And he said he plans to return to baseball once he returns to full strength in the coming months.
The A's say Dr. Peter Weber, the neurologist who performed the surgery at California Pacific Medical Center in San Francisco, and team physician Dr. Allan Pont agreed "McCarthy had made an excellent recovery and could be safely released from the hospital."
The 29-year-old McCarthy underwent two hours of surgery late Wednesday after a ball hit by the Angels' Erick Aybar struck the right side of his head. He experienced an epidural hemorrhage, brain contusion and skull fracture on the play.
McCarthy expressed deep appreciation to everyone involved in his care, from the moment of the accident to the ambulance ride and doctors and nurses who checked on him around the clock at the hospital.
"From the bottom of our hearts, (my wife) Amanda and I want to thank everyone who was involved in responding to and treating my injury," McCarthy said in a statement released by the A's. "We could not have been in better hands."
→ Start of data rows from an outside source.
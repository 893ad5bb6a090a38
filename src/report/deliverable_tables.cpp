// The deliverable's tables as plain text cells, shared by the HTML and Markdown writers.
#include "sifter/report/deliverable_tables.hpp"

#include "sifter/model/format.hpp"
#include "sifter/model/vocabulary.hpp"

namespace sifter::report {
namespace {

std::string rate_text(const Rate& r) { return r.per_hour > 0.0 ? sci(r.per_hour) : "0"; }

std::string or_dash(const std::string& s) { return s.empty() ? "-" : s; }

std::string check_name(const std::string& check) {
  if (check == "response_time_s") return "response time";
  if (check == "spurious_trip_rate_per_yr") return "spurious trip rate";
  if (check == "proof_test_interval_h") return "proof-test interval";
  return check;
}

std::string check_value(const std::string& check, double v) {
  if (check == "response_time_s") return format_seconds(v);
  if (check == "spurious_trip_rate_per_yr") return sci(v) + "/yr";
  if (check == "proof_test_interval_h") return format_duration(Duration{v});
  return plain(v);
}

}  // namespace

std::string systematic_words(const ComponentDataRow& row) {
  std::string out = row.systematic_capability ? "SC " + std::to_string(*row.systematic_capability) : "";
  if (row.prior_use)
    out += (out.empty() ? "" : "; ") + std::string("prior use SIL ") + std::to_string(row.prior_use->sil) + ": " +
           row.prior_use->evidence;
  return out.empty() ? "none" : out;
}

Table component_data_table(const DeliverableData& data, bool only_used) {
  Table t;
  t.caption = "Component data: the failure rates (per hour) used, and where each comes from";
  t.header = {"component", "model", "λDU", "λDD", "λSU", "λSD", "SFF", "type", "SC or prior use", "data source"};
  t.numeric = {false, false, true, true, true, true, true, false, false, false};
  for (const auto& c : data.components) {
    if (only_used && c.sifs.empty()) continue;
    Cell source{c.source.empty() ? "✘ none given" : c.source, c.source.empty() ? Tone::kBad : Tone::kPlain};
    t.rows.push_back({{c.id},
                      {or_dash(c.model)},
                      {rate_text(c.rates.lambda_du)},
                      {rate_text(c.rates.lambda_dd)},
                      {rate_text(c.rates.lambda_su)},
                      {rate_text(c.rates.lambda_sd)},
                      {c.sff ? percent(*c.sff) + (c.sff_declared ? " (declared)" : "") : "-"},
                      {c.type ? (*c.type == ElementType::kA ? "A" : "B") : "-"},
                      {systematic_words(c)},
                      source});
  }
  return t;
}

Table subsystem_parameters_table(const SifResult& sif, const SifDeliverable& data) {
  Table t;
  t.caption = "Test, repair and common-cause parameters of each subsystem, and its spurious trips";
  t.header = {"subsystem", "T1", "coverage", "partial stroke", "test duration", "MTTR",
              "MRT",       "β",  "β_D",      "spurious trips"};
  t.numeric = {false, true, true, false, true, true, true, true, true, true};
  for (std::size_t i = 0; i < data.subsystems.size(); ++i) {
    const auto& p = data.subsystems[i];
    const double str = i < sif.subsystems.size() ? sif.subsystems[i].spurious_trip_rate_per_yr : 0.0;
    if (p.vendor) {
      t.rows.push_back({{p.name}, {"vendor"}, {"-"}, {"-"}, {"-"}, {"-"}, {"-"}, {"-"}, {"-"}, {"not given"}});
      continue;
    }
    const std::string stroke = p.partial_stroke ? "every " + format_duration(p.partial_stroke->interval) + ", " +
                                                      percent(p.partial_stroke->coverage) + " of λDU"
                                                : "none";
    t.rows.push_back({{p.name},
                      {format_duration(p.proof_test_interval)},
                      {percent(p.proof_test_coverage)},
                      {stroke},
                      {p.test_duration ? format_duration(*p.test_duration) + (p.staggered ? ", staggered" : "") : "-"},
                      {format_duration(p.mttr)},
                      {format_duration(p.mrt)},
                      {percent(p.beta)},
                      {percent(p.beta_d)},
                      {sci(str) + "/yr"}});
  }
  return t;
}

Table requirement_checks_table(const SifResult& sif) {
  Table t;
  t.caption = "The stated requirements, checked";
  t.header = {"check", "value", "limit", "result", "detail"};
  t.numeric = {false, true, true, false, false};
  for (const auto& c : sif.requirement_checks)
    t.rows.push_back({{check_name(c.check)},
                      {check_value(c.check, c.value)},
                      {check_value(c.check, c.limit)},
                      {c.ok ? "✔ met" : "✘ not met", c.ok ? Tone::kGood : Tone::kBad},
                      {c.message}});
  return t;
}

Table response_budget_table(const SifResult& sif) {
  Table t;
  t.caption = "Response time, element by element in signal order (a group takes its slowest channel)";
  t.header = {"subsystem", "element", "time", "subsystem total"};
  t.numeric = {false, false, true, true};
  for (const auto& step : sif.response_budget) {
    const std::string total = step.seconds ? format_seconds(*step.seconds) : "not stated";
    if (step.stated_on_subsystem || !step.seconds) {
      std::string what = step.stated_on_subsystem ? "stated for the subsystem" : "";
      if (!step.missing.empty()) {
        what = "no response time: ";
        for (std::size_t i = 0; i < step.missing.size(); ++i) what += (i ? ", " : "") + step.missing[i];
      }
      t.rows.push_back({{step.subsystem}, {what}, {"-"}, {total, step.seconds ? Tone::kPlain : Tone::kBad}});
      continue;
    }
    for (std::size_t i = 0; i < step.path.size(); ++i)
      t.rows.push_back({{i == 0 ? step.subsystem : ""},
                        {step.path[i]},
                        {format_seconds(step.path_seconds[i])},
                        {i + 1 == step.path.size() ? total : ""}});
  }
  if (sif.response_time_s)
    t.rows.push_back({{"SIF"},
                      {sif.response_time_limit_s ? "allowed " + format_seconds(*sif.response_time_limit_s) : ""},
                      {""},
                      {format_seconds(*sif.response_time_s)}});
  return t;
}

Table requirement_items_table(const SifDeliverable& data) {
  Table t;
  t.caption = "Safety requirements (IEC 61511-1:2016 10.3.2 items)";
  t.header = {"requirement", "as specified"};
  t.keys = {false, false};
  for (const auto& i : data.items)
    t.rows.push_back({{i.clause}, i.stated.empty() ? Cell{"OPEN: not stated", Tone::kBad} : Cell{i.stated}});
  return t;
}

Table signature_table(const DocumentControl& d) {
  Table t;
  t.caption = "Signatures";
  t.header = {"role", "name", "signature", "date"};
  t.keys = {true, false, false, false};
  t.rows.push_back({{"prepared by"}, {or_dash(d.prepared_by)}, {""}, {""}});
  t.rows.push_back({{"checked by"}, {or_dash(d.checked_by)}, {""}, {""}});
  t.rows.push_back({{"approved by"}, {or_dash(d.approved_by)}, {""}, {""}});
  return t;
}

Table revision_table(const DocumentControl& d) {
  Table t;
  t.caption = "Revision history";
  t.header = {"revision", "date", "by", "description"};
  for (const auto& h : d.history) t.rows.push_back({{h.revision}, {or_dash(h.date)}, {or_dash(h.by)}, {h.description}});
  return t;
}

}  // namespace sifter::report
The A's said that McCarthy will remain in the Bay Area for the next three weeks.
By Saturday, he was back to joking on Twitter — and his wife was posting regularly, too.
McCarthy, Oakland's opening day starter, is 8-6 with a 3.24 ERA this year in his sixth big league season and second with the A's. He went 9-9 with a 3.32 ERA last season.
"We also want to express our deep appreciation to our teammates, manager and coaching staff for their concern and encouragement during the uncertain times, and also want to thank all the A's fans who wished us well," McCarthy said. "It's times like these when you realize you have an extended family, and feel so fortunate. Now we look forward to continuing the healing process, and returning to baseball and our normal lives in the weeks and months ahead. Go A's!"
Oakland was scheduled for a night road game in Anaheim against the Angels.